Case 6: Concurrent and Parallel Execution
Now, say that in addition to assigning your assistant to the presentation, you also carry a laptop with you to passport task. While waiting in the line, you see that your assistant has created the first 10 slides in a shared deck. You send comments on his work with some corrections. Later, when you arrive back home, instead of 2 hours to finalize the draft, you just need 15 minutes.
This was possible because presentation task has independentability (either one of you can do it) and interruptability (you can stop it and resume it later). So you concurrently executed both tasks, and executed the presentation task in parallel.
Let’s say that, in addition to being overly bureaucratic, the government office is corrupt. Thus, you can show your identification, enter it, start waiting in line for your number to be called, bribe a guard and someone else to hold your position in the line, sneak out, come back before your number is called, and resume waiting yourself.

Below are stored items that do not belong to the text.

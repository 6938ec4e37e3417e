//! Makes the compact ephemeris (`rust/core/data/compact-ephemeris.bin`) from DE440.
//!
//! Only additions, multiplications, divisions and comparisons of f64 are used, in a fixed order, so the
//! bytes that come out are the same on every machine.

use std::path::{Path, PathBuf};

use hourarc_core::constants::{ASTRONOMICAL_UNIT_M, SECONDS_PER_DAY};
use hourarc_core::ephemeris::compact::layout;
use hourarc_core::ephemeris::{Body, Compact, Spk, State};
use hourarc_core::math::vector::{Vector, norm, scale, sub};
use sha2::{Digest, Sha256};

/// `de440.bsp` as NAIF publishes it.
const SOURCE_SHA256: &str = "a4ce9bf9b3282becc9f4b2ac3cebe03a2ae7599981aabd7265fd8482fff7c4b5";
const SOURCE_NAME: &[u8] = b"DE440";

/// 1899-07-13 and 2101-05-23: multiples of the longest piece around 1900 to 2100.
const FIRST_MJD: u32 = 14_848;
const LAST_MJD: u32 = 88_576;

/// How a body is cut into pieces. The quantum is some fifth of the error of the fit or less.
struct Plan {
    body: Body,
    target: i32,
    centre: i32,
    piece_days: u32,
    degree: usize,
    quantum_m: f64,
}

const fn plan(body: Body, codes: (i32, i32), piece_days: u32, degree: usize, quantum_m: f64) -> Plan {
    Plan { body, target: codes.0, centre: codes.1, piece_days, degree, quantum_m }
}

/// In the order of [`Body::ALL`].
const PLANS: [Plan; Body::ALL.len()] = [
    plan(Body::Sun, (10, 0), 32, 10, 0.01),
    plan(Body::Moon, (301, 399), 8, 14, 0.0025),
    plan(Body::Mercury, (199, 0), 16, 14, 0.25),
    plan(Body::Venus, (299, 0), 32, 10, 0.1),
    plan(Body::Earth, (399, 0), 16, 16, 0.0025),
    plan(Body::Mars, (4, 0), 32, 8, 0.1),
    plan(Body::Jupiter, (5, 0), 128, 7, 1.0),
    plan(Body::Saturn, (6, 0), 128, 6, 1.0),
    plan(Body::Uranus, (7, 0), 256, 6, 1.0),
    plan(Body::Neptune, (8, 0), 256, 6, 1.0),
    plan(Body::Pluto, (9, 0), 256, 6, 1.0),
];

/// Points a piece between those of the fit at which the result is compared with its source.
const CHECKS: usize = 151;

/// Writes the table, or with `check` compares it with the committed one.
pub fn run(check: bool, source: &Path) -> Result<(), String> {
    let path = PathBuf::from(env!("CARGO_MANIFEST_DIR")).join("../core/data/compact-ephemeris.bin");
    let name = source.display().to_string();
    let bytes = std::fs::read(source).map_err(|error| format!("{name}: {error}"))?;
    let sha256 = Sha256::digest(&bytes);
    let found: String = sha256.iter().map(|byte| format!("{byte:02x}")).collect();
    if found != SOURCE_SHA256 {
        return Err(format!("{name}: has sha256 {found}, the source has {SOURCE_SHA256}"));
    }
    let kernel = Spk::new(bytes, &name).map_err(|error| error.to_string())?;
    let table = make(&kernel, &sha256)?;
    if !check {
        return std::fs::write(&path, &table).map_err(|error| format!("{}: {error}", path.display()));
    }
    let committed = std::fs::read(&path).map_err(|error| format!("{}: {error}", path.display()))?;
    match committed.iter().zip(&table).position(|(a, b)| a != b) {
        Some(at) => Err(format!("{}: differs from byte {at} on", path.display())),
        None if committed.len() != table.len() => {
            Err(format!("{}: {} bytes, should be {}", path.display(), committed.len(), table.len()))
        }
        None => Ok(()),
    }
}

/// One body's pieces, rounded.
struct Fitted {
    /// Piece, order, axis.
    pieces: Vec<Vec<[i64; 3]>>,
    widths: Vec<u8>,
}

fn make(kernel: &Spk, sha256: &[u8]) -> Result<Vec<u8>, String> {
    let mut fitted = Vec::new();
    for (plan, body) in PLANS.iter().zip(Body::ALL) {
        assert!(plan.body == body, "the plans stand in the order of the bodies");
        fitted.push(fit(kernel, plan)?);
    }
    // The errors are measured on the table itself, then written into it.
    let unmeasured = assemble(&fitted, sha256, &[(1.0, 1.0); Body::ALL.len()]);
    let compact = Compact::parse(unmeasured.leak()).map_err(|error| error.to_string())?;
    let mut errors = [(0.0, 0.0); Body::ALL.len()];
    println!(
        "body       days degree  quantum/m     bytes  error/m  error/(m/s)  nearest/au  error/mas  join/m"
    );
    for (plan, error) in PLANS.iter().zip(&mut errors) {
        let measured = measure(kernel, &compact, plan)?;
        *error = (rounded_up(measured.position_m), rounded_up(measured.velocity_m_s));
        let fitted = &fitted[plan.body as usize];
        println!(
            "{:10} {:4} {:6} {:10} {:9} {:8.3} {:12.3e} {:11.5} {:10.5} {:7.3}",
            plan.body.word(),
            plan.piece_days,
            plan.degree,
            plan.quantum_m,
            fitted.pieces.len() * 3 * fitted.widths.iter().map(|&w| usize::from(w)).sum::<usize>(),
            measured.position_m,
            measured.velocity_m_s,
            measured.nearest_au,
            measured.direction_mas,
            measured.join_m,
        );
    }
    let table = assemble(&fitted, sha256, &errors);
    println!("{} bytes, hash {:016x}", table.len(), layout::hash(&table[..table.len() - layout::HASH_BYTES]));
    Ok(table)
}

fn assemble(fitted: &[Fitted], sha256: &[u8], errors: &[(f64, f64)]) -> Vec<u8> {
    let mut out = Vec::new();
    out.extend(layout::MAGIC);
    out.extend(f64::from(FIRST_MJD).to_le_bytes());
    out.extend(f64::from(LAST_MJD).to_le_bytes());
    out.extend(sha256);
    out.extend(SOURCE_NAME);
    out.resize(layout::HEADER_BYTES, 0);
    let mut first_byte = layout::HEADER_BYTES + PLANS.len() * layout::SERIES_BYTES;
    for ((plan, body), &(position_m, velocity_m_s)) in PLANS.iter().zip(fitted).zip(errors) {
        let end = out.len() + layout::SERIES_BYTES;
        out.extend(plan.piece_days.to_le_bytes());
        out.extend((plan.degree as u32 + 1).to_le_bytes());
        out.extend((first_byte as u64).to_le_bytes());
        for number in [plan.quantum_m, position_m, velocity_m_s] {
            out.extend(number.to_le_bytes());
        }
        out.extend(&body.widths);
        out.resize(end, 0);
        first_byte += body.pieces.len() * 3 * body.widths.iter().map(|&w| usize::from(w)).sum::<usize>();
    }
    for body in fitted {
        for piece in &body.pieces {
            for (order, &width) in piece.iter().zip(&body.widths) {
                for coefficient in order {
                    out.extend(&coefficient.to_le_bytes()[..usize::from(width)]);
                }
            }
        }
    }
    let hash = layout::hash(&out);
    out.extend(hash.to_le_bytes());
    out
}

/// Position in m and velocity in m/day.
fn metres(kernel: &Spk, plan: &Plan, day: u32, into_days: f64) -> Result<State, String> {
    let state = kernel
        .relative_state_at(plan.target, plan.centre, f64::from(day), into_days)
        .map_err(|status| format!("{}: {} at MJD {day}", plan.body.word(), status.word()))?;
    Ok(State {
        position: scale(ASTRONOMICAL_UNIT_M, state.position),
        velocity: scale(ASTRONOMICAL_UNIT_M, state.velocity),
    })
}

fn fit(kernel: &Spk, plan: &Plan) -> Result<Fitted, String> {
    let fitter = Fitter::new(plan.degree);
    let half_days = f64::from(plan.piece_days) / 2.0;
    let mut pieces = Vec::new();
    let mut largest = vec![0_i64; plan.degree + 1];
    for day in (FIRST_MJD..LAST_MJD).step_by(plan.piece_days as usize) {
        let mut samples = Vec::with_capacity(fitter.points.len());
        for x in &fitter.points {
            let mut state = metres(kernel, plan, day, (x + 1.0) * half_days)?;
            state.velocity = scale(half_days, state.velocity);
            samples.push(state);
        }
        let piece: Vec<[i64; 3]> = fitter
            .coefficients(&samples)
            .into_iter()
            .map(|coefficient| coefficient.map(|metres| (metres / plan.quantum_m).round() as i64))
            .collect();
        for (largest, order) in largest.iter_mut().zip(&piece) {
            *largest = order.iter().fold(*largest, |most, value| most.max(value.abs()));
        }
        pieces.push(piece);
    }
    let widths = largest.into_iter().map(|value| (1..8).find(|w| value < 1 << (8 * w - 1)).unwrap_or(8));
    Ok(Fitted { pieces, widths: widths.collect() })
}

In this case, you can perform both the passport and presentation tasks concurrently and in parallel. You can sneak out, and your position is held by your assistant. Both of you can then work on the presentation, etc.
Back to Computer Science
In computing world, here are example scenarios typical of each of these cases:
- Case 1: Interrupt processing.
- Case 2: When there is only one processor, but all executing tasks have wait times due to I/O.
- Case 3: Often seen when we are talking about map-reduce or hadoop clusters.
- Case 4: I think Case 4 is rare. It’s uncommon for a task to be concurrent but not parallel. But it could happen. For example, suppose your task requires access to a special computational chip that can be accessed through only processor-1. Thus, even if processor-2 is free and processor-1 is performing some other task, the special computation task cannot proceed on processor-2.
- Case 5: also rare, but not quite as rare as Case 4. A non-concurrent code can be a critical region protected by mutexes. Once it is started, it must execute to completion. However, two different critical regions can progress simultaneously on two different processors.
- Case 6: IMO, most discussions about parallel or concurrent programming are basically talking about Case 6. This is a mix and match of both parallel and concurrent executions.
Concurrency and Go
If you see why Rob Pike is saying concurrency is better, you have to understand what the reason is. You have a really long task in which there are multiple waiting periods where you wait for some external operations like file read, network download. In his lecture, all he is saying is, “just break up this long sequential task so that you can do something useful while you wait.” That is why he talks about different organizations with various gophers.
Now the strength of Go comes from making this breaking really easy with go
keyword and channels. Also, there is excellent underlying support in the runtime to schedule these goroutines.
But essentially, is concurrency better than parallelism?
Are apples better than oranges?
I like Rob Pike's talk: Concurrency is not Parallelism (it's better!) (slides) (talk)
Rob usually talks about Go and usually addresses the question of Concurrency vs Parallelism in a visual and intuitive explanation! Here is a short summary:
Task: Let's burn a pile of obsolete language manuals! One at a time!
Concurrency: There are many concurrently decompositions of the task! One example:
Parallelism: The previous configuration occurs in parallel if there are at least 2 gophers working at the same time or not.
Concurrency is when two or more tasks can start, run, and complete in overlapping time periods. It doesn't necessarily mean they'll ever both be running at the same instant. For example, multitasking on a single-core machine.
Parallelism is when tasks literally run at the same time, e.g., on a multicore processor.
Quoting Sun's Multithreaded Programming Guide:
Concurrency: A condition that exists when at least two threads are making progress. A more generalized form of parallelism that can include time-slicing as a form of virtual parallelism.
Parallelism: A condition that arises when at least two threads are executing simultaneously.